Subventions: Une forme d'aide ou de soutien financier accordé à un secteur économique. Il y a deux grands types de subventions: les subventions à l'exportation et les subventions internes. Une subvention à l'exportation est octroyée à une entreprise par les pouvoirs publics et est subordonnée aux exportations. Une subvention interne n'est pas directement liée aux exportations.

Concurrence à l'exportation: Les subventions à l'exportation et les questions "parallèles", qui pourraient offrir des failles pour les engagements en matière de subventions des exportations des pouvoir publics — financement à l'exportation (crédit, garanties et assurance), entreprises commerciales d'État exportatrices et aide alimentaire internationale.

Délai de remboursement maximal: Dans les programmes de crédit et de financement à l'exportation, la période la plus longue accordée entre le début d'un crédit et la date contractuelle du paiement final.

Modalité: Dans les négociations à l'OMC, les modalités définissent les grandes lignes — comme des formules ou des approches pour les réductions tarifaires — des engagements finals.

Mécanisme de sauvegarde spéciale (MSS): Dans les négociations sur l'agriculture du Cycle de Doha: instrument qui permettra aux pays en développement de relever temporairement leurs tarifs pour faire face à des poussées des importations ou à des baisses des prix.

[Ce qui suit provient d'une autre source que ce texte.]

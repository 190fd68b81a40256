package agents

import (
	"fmt"
	"math"

	"hoplore/sim"
)

// Q-routing variants.
const (
	variantPlain = iota
	variantPredictive
	variantDual
	variantConfidence
)

// Constants of the Q-routing variants.
const (
	// FeedbackBytes is the size on the wire of one in-band feedback message
	// (feedback: in-band): a small control header carrying a destination
	// and two values (common practice for a minimal control packet).
	FeedbackBytes = 64
	// predictiveBeta and predictiveGamma are the recovery-rate learning and
	// decay factors of predictive Q-routing (Choi & Yeung 1996, β = 0.7,
	// γ = 0.9).
	predictiveBeta  = 0.7
	predictiveGamma = 0.9
	// confidenceDecay is the factor by which an estimate's confidence
	// decays each time another estimate for the same destination at the
	// same node is updated (Kumar & Miikkulainen 1998 decay non-updated
	// confidences; the factor 0.95 is from memory).
	confidenceDecay = 0.95
)

// QRoutingKind is the kind of QRouting in experiment files.
const QRoutingKind = "q-routing"

func init() {
	Register(Kind{
		Name:  QRoutingKind,
		Order: 40,
		Fields: []Field{
			NewField("variant", func(p *Params) *string { return &p.Variant }, "plain", oneOf("variant", "plain", "predictive", "dual", "confidence")),
			NewField("feedback", func(p *Params) *string { return &p.Feedback }, "instant", oneOf("feedback", "instant", "in-band")),
			learningRateField(0.5),
			exploreField(0),
			consensusField(true),
			giveUpField(),
			learningField(),
			startFromField(),
			NewField("install_every", func(p *Params) *sim.Time { return &p.InstallEvery }, 0, nonNegativeTime),
			objectiveField(ObjectiveDelay, true, ObjectiveDelay, ObjectiveLoss, ObjectiveUtilisation),
		},
		Check: checkQRoutingObjective,
		New:   newQRouting,
		Cost: func(p *Params, r RunSize) Cost {
			c := Cost{Events: consensusEvents(p, r)}
			if p.Feedback == "in-band" {
				// one feedback message back over every hop of every packet
				c.Events += r.Packets * r.Seconds * r.MeanHops * eventsPerHop
			}
			// Q plus the variants' extra tables, per channel and destination
			c.Bytes = 2 * float64(r.Channels) * float64(r.Nodes) * 8 * 5
			return c
		},
	})
}

// checkQRoutingObjective rejects what a loss estimate cannot be combined
// with: the parts of q-routing whose values are times.
func checkQRoutingObjective(p *Params) error {
	if p.Objective.Name == ObjectiveDelay {
		return nil
	}
	switch {
	case p.Variant == "dual" || p.Variant == "confidence":
		if p.Objective.Name == ObjectiveMix {
			return perr("variant", "%s has no mix objective (use plain)", p.Variant)
		}
		return perr("variant", "%s has no %s objective (use plain or predictive)", p.Variant, p.Objective.Name)
	case p.Variant == "predictive" && p.Objective.Name == ObjectiveMix:
		return perr("variant", "predictive has no mix objective (use plain)")
	case p.Variant == "predictive" && p.Objective.Name == ObjectiveUtilisation:
		return perr("variant", "predictive has no utilisation objective (use plain): its recovery rate, learned from a noisy utilisation average, lets estimates fall to their best-ever 0")
	case p.GiveUpAfter > 0:
		return perr("give_up_after", "is a delivery time and applies to objective delay only")
	case p.Consensus != nil:
		return perr("consensus", "blends delivery times and applies to objective delay only")
	case p.StartFrom != nil:
		return perr("start_from", "loads delivery-time tables and applies to objective delay only")
	}
	return nil
}

// QRouting is per-node tabular Q-routing (Boyan & Littman, "Packet routing in
// dynamically changing networks: a reinforcement learning approach", NIPS 6,
// 1994) with the variants predictive (Choi & Yeung, NIPS 8, 1996), dual
// (Kumar & Miikkulainen 1997) and confidence (Kumar & Miikkulainen 1998),
// and optional neighbour consensus.
//
// Node x keeps Q_x(d,y), its estimate in seconds of the delivery time of a
// packet for d sent now into its channel towards neighbour y, including the
// wait in that channel's queue. Tables are dense: one row per destination,
// one column per outgoing channel in Net.Out order. They start at zero-load
// times: the transmission time of an AssumedPacketBytes packet plus
// propagation (plus processing) on the channel, plus the least such cost
// from y to d over the static topology.
//
// Decision: argmin over channels the node believes up (NodeView.Up) of
// Q_x(d,·), lowest Out index on ties; with probability Explore a uniformly
// random usable channel instead. Route changes are counted on the greedy
// decisions (see prefs).
//
// Update: when y receives the packet from x it returns
// t = V_y(d) = min_z Q_y(d,z) over its usable channels, plus y's processing
// delay (0 when y = d), and q+s, the packet's wait in x's queue and its
// transmission time. x adds the channel's propagation delay δ and updates
// Q_x(d,y) += η(q + s + δ + t − Q_x(d,y)). Feedback "instant" delivers this
// out of band (NodeView.Tell); "in-band" sends it as a FeedbackBytes control
// packet that queues with data and is lost on failed links.
//
// Deviations and choices, by variant:
//   - predictive: tables B (best), R (recovery rate, ≤ 0) and U (last update
//     time) as Choi & Yeung; after the update with ΔQ = target − Q_old:
//     B = min(B,Q); if ΔQ < 0, R += β·ΔQ/(now − U); if ΔQ > 0, R = γ·R;
//     U = now; decisions use Q' = max(Q + (now − U)·R, B). The queue term
//     is the wait in x's own output queue, as Boyan & Littman, because here
//     every channel has its own queue (Choi & Yeung's nodes have one queue
//     each, so they use the queue at y). α is learning_rate.
//   - dual: each hop x also writes V_x(src) into p.Aux[0]; the next node y
//     updates its backward estimate Q_y(src,x) += η(V_x(src) + w + s' + δ −
//     Q_y(src,x)), where w is y's own current backlog towards x divided by
//     the bandwidth and s' the packet's transmission time on that channel.
//   - confidence: each entry has a confidence C in [0,1] (1 for the channel
//     to the destination itself, 0 elsewhere at start). y reports
//     C_est, the confidence of its best entry (1 when y = d). x uses the
//     rate η = max(C_est, 1 − C_old) in place of learning_rate, and sets
//     C += η(C_est − C). Every other entry of the same destination row
//     decays by confidenceDecay at each update of that row (lazily).
//
// Objective (objective: delay, the default, is all of the above):
//   - delay: Q is a delivery time in seconds. A drop does not enter it: a
//     packet lost after x chose y brings x no feedback, so the estimate
//     learns only from the packets that reach y (as Boyan & Littman).
//     Heavy loss on a short path therefore does not move traffic away
//     from it; a full queue does only through the wait it causes.
//   - loss: Q_x(d,y) is the probability that a packet for d sent now into
//     the channel towards y is lost before delivery, in [0, 1]. x samples
//     the outcome of each packet it sends: a drop on its own channel (a
//     full output queue or a loss on the link, reported to x alone by
//     sim.Dropper) gives the sample 1; an arrival at y gives y's
//     V_y(d) = min_z Q_y(d,z) (0 at y = d). Q moves towards each sample
//     (rate as the variant), so it converges to the Bellman target
//     p_xy·1 + (1 − p_xy)·V_y(d) = 1 − (1 − p_xy)(1 − V_y(d)), p_xy being
//     the drop frequency x observes on its channel: Q-learning on sampled
//     transitions (Watkins & Dayan, "Q-learning", Machine Learning 8,
//     1992) with loss as a terminal cost of 1. A packet that reaches its
//     hop limit at y (it will be dropped there) is a loss too: y then
//     returns 1, so a forwarding loop shows as loss. Tables start at 0 (1
//     for an unreachable destination). Beside them each node keeps the
//     delivery-time table of objective delay (same start, same update at
//     rate learning_rate, the feedback carrying both values) and breaks
//     exact ties of loss estimates, such as between loss-free paths, by it:
//     packets take the fastest of the least lossy routes, and around a
//     failed link the rising delivery time breaks the loops that equal loss
//     values cannot. The variants plain and predictive (whose recovery
//     machinery acts on the loss table) take this objective; dual and
//     confidence, and give_up_after, consensus and start_from, are
//     delivery-time notions and are refused with it.
//   - utilisation: Q_x(d,y) is the largest utilisation, in [0, 1], of the
//     channels a packet for d sent towards y will cross (minimax, the
//     widest-path value): on each feedback from y x moves it towards
//     max(u_xy, V_y(d)), u_xy being its own channel's utilisation (busy
//     fraction since the last sample, EWMA of time constant utilWindow;
//     sim.NodeView.Busy), and a packet expiring at y counts as 1. y's
//     V_y(d) leaves out its channel back to x (split horizon, common
//     practice in distance-vector routing): a bottleneck value does not
//     grow around a loop as a time does, so without it two neighbours
//     left with only each other after a failure would keep their old,
//     low values and bounce packets until their hop limit. Drops
//     do not enter it (use loss for that). Start, delivery-time table and
//     refusals as loss, and predictive is refused too: its recovery rate,
//     learned from the decreases of a noisy average, lets estimates fall
//     to their best-ever value 0 and reopens loops. Decisions compare
//     utilisation in classes of utilBand and take the lower delivery-time
//     estimate within a class.
//   - mix {delay: w_d, loss: w_l, utilisation: w_u} (variant plain only,
//     refusals as loss): the node learns the delivery-time table always,
//     the loss table (as objective loss) when w_l > 0 and the utilisation
//     table (as objective utilisation, with its split horizon) when
//     w_u > 0, and decides on the cost w_d·Qdelay/z_xd + w_l·Qloss +
//     w_u·Qutil, z_xd being its zero-load time to d (see Mix), exact ties
//     to the lower delivery time. Feedback from y carries the three values
//     of y's channel of least cost (a hop-limit expiry: loss and
//     utilisation 1), so each table estimates its term along the path the
//     mix takes; a drop on x's own channel is a loss sample of 1.
//
// With give_up_after B > 0 a node drops (no_route) the packets for a
// destination whose every estimate exceeds B, forwarding one every B as a
// probe (see giveUp); this is hoplore's addition, off by default.
//
// On detecting a channel down the node stops using it at once (the decision
// skips channels not Up). On detecting it up again, that column is reset to
// its zero-load values (confidence 0), so the link is retried.
type QRouting struct {
	p      Params
	shared *qrShared
	nodes  []*qrNode // for tests and inspection only; nodes do not see this

	// warm, when set (tests only), gives each node the learned state of the
	// same node of an earlier run, with times shifted back by warmShift:
	// a run that continues another under different traffic.
	warm      *QRouting
	warmShift sim.Time
	// start, when set (StartFrom), is the learned state every node starts
	// from.
	start *State
}

// qrShared is the static, read-only knowledge every node starts with.
type qrShared struct {
	p        Params
	variant  int
	inBand   bool
	n        int
	zl       []float64   // zero-load cost per channel, seconds
	dist     [][]float64 // zero-load least cost dist[u][d]
	qCap     float64     // ceiling on estimates (unreachable)
	consVals bool
	alt      bool // objective loss, utilisation or mix: loss or utilisation estimates in [0, 1], with a delivery-time table
	util     bool // objective utilisation
	mix      bool // objective mix: decisions on the weighted sum (see Mix)
	w        Mix  // the mix's weights
}

var (
	_ sim.PerNode  = (*QRouting)(nil)
	_ sim.Router   = (*qrNode)(nil)
	_ sim.Arrivals = (*qrNode)(nil)
	_ sim.Receiver = (*qrNode)(nil)
	_ sim.Dropper  = (*qrNode)(nil)
	_ sim.Detector = (*qrNode)(nil)
	_ sim.Timed    = (*qrNode)(nil)
)

func newQRouting(p Params, net *sim.Net) (sim.Agent, error) {
	s := &qrShared{p: p, n: net.NumNodes(), inBand: p.Feedback == "in-band"}
	switch p.Variant {
	case "plain":
		s.variant = variantPlain
	case "predictive":
		s.variant = variantPredictive
	case "dual":
		s.variant = variantDual
	case "confidence":
		s.variant = variantConfidence
	default:
		return nil, fmt.Errorf("agents: q-routing: unknown variant %q", p.Variant)
	}
	s.zl = zeroLoadCosts(net, p.packetBytes())
	s.dist = allPairsDist(net, s.zl)
	s.qCap = qCeiling(s.dist)
	switch p.Objective.Name {
	case ObjectiveMix:
		if s.variant != variantPlain {
			return nil, fmt.Errorf("agents: q-routing: variant %s has no objective mix", p.Variant)
		}
		if err := checkMix(p.Objective.Mix); err != nil {
			return nil, fmt.Errorf("agents: q-routing: %w", err)
		}
		s.alt, s.mix, s.w = true, true, p.Objective.Mix
	case ObjectiveDelay:
	case ObjectiveLoss, ObjectiveUtilisation:
		if s.variant == variantDual {
			return nil, fmt.Errorf("agents: q-routing: variant dual has no objective %s", p.Objective.Name)
		}
		if s.variant == variantConfidence || s.variant == variantPredictive && p.Objective.Name == ObjectiveUtilisation {
			return nil, fmt.Errorf("agents: q-routing: variant %s has no objective %s", p.Variant, p.Objective.Name)
		}
		s.alt, s.util = true, p.Objective.Name == ObjectiveUtilisation
	default:
		return nil, fmt.Errorf("agents: q-routing: unknown objective %q", p.Objective.Name)
	}
	return &QRouting{p: p, shared: s}, nil
}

Sauvegarde spéciale (SGS): Augmentation temporaire du droit d'importation pour faire face à des poussées des importations ou à des chutes des prix, en vertu de dispositions qui sont propres à l'Accord sur l'agriculture.

Tarification: Procédures relatives aux dispositions sur l'accès aux marchés pour les produits agricoles consistant à transformer toutes les mesures non tarifaires en tarifs.

Catégorie orange: Soutien interne à l'agriculture considéré comme ayant des effets de distorsion des échanges et donc soumis aux engagements de réduction. Il est calculé, en principe, en tant que "mesure globale du soutien" (MGS).

Mesure globale du soutien (MGS): Soutien interne à l'agriculture considéré comme ayant des effets de distorsion des échanges et donc soumis aux engagements de réduction, également connu sous le terme de "catégorie orange".

Catégorie verte: Soutien interne à l'agriculture qui est autorisé sans limitation parce que ses effets de distorsion des échanges sont nuls ou, au plus, minimes.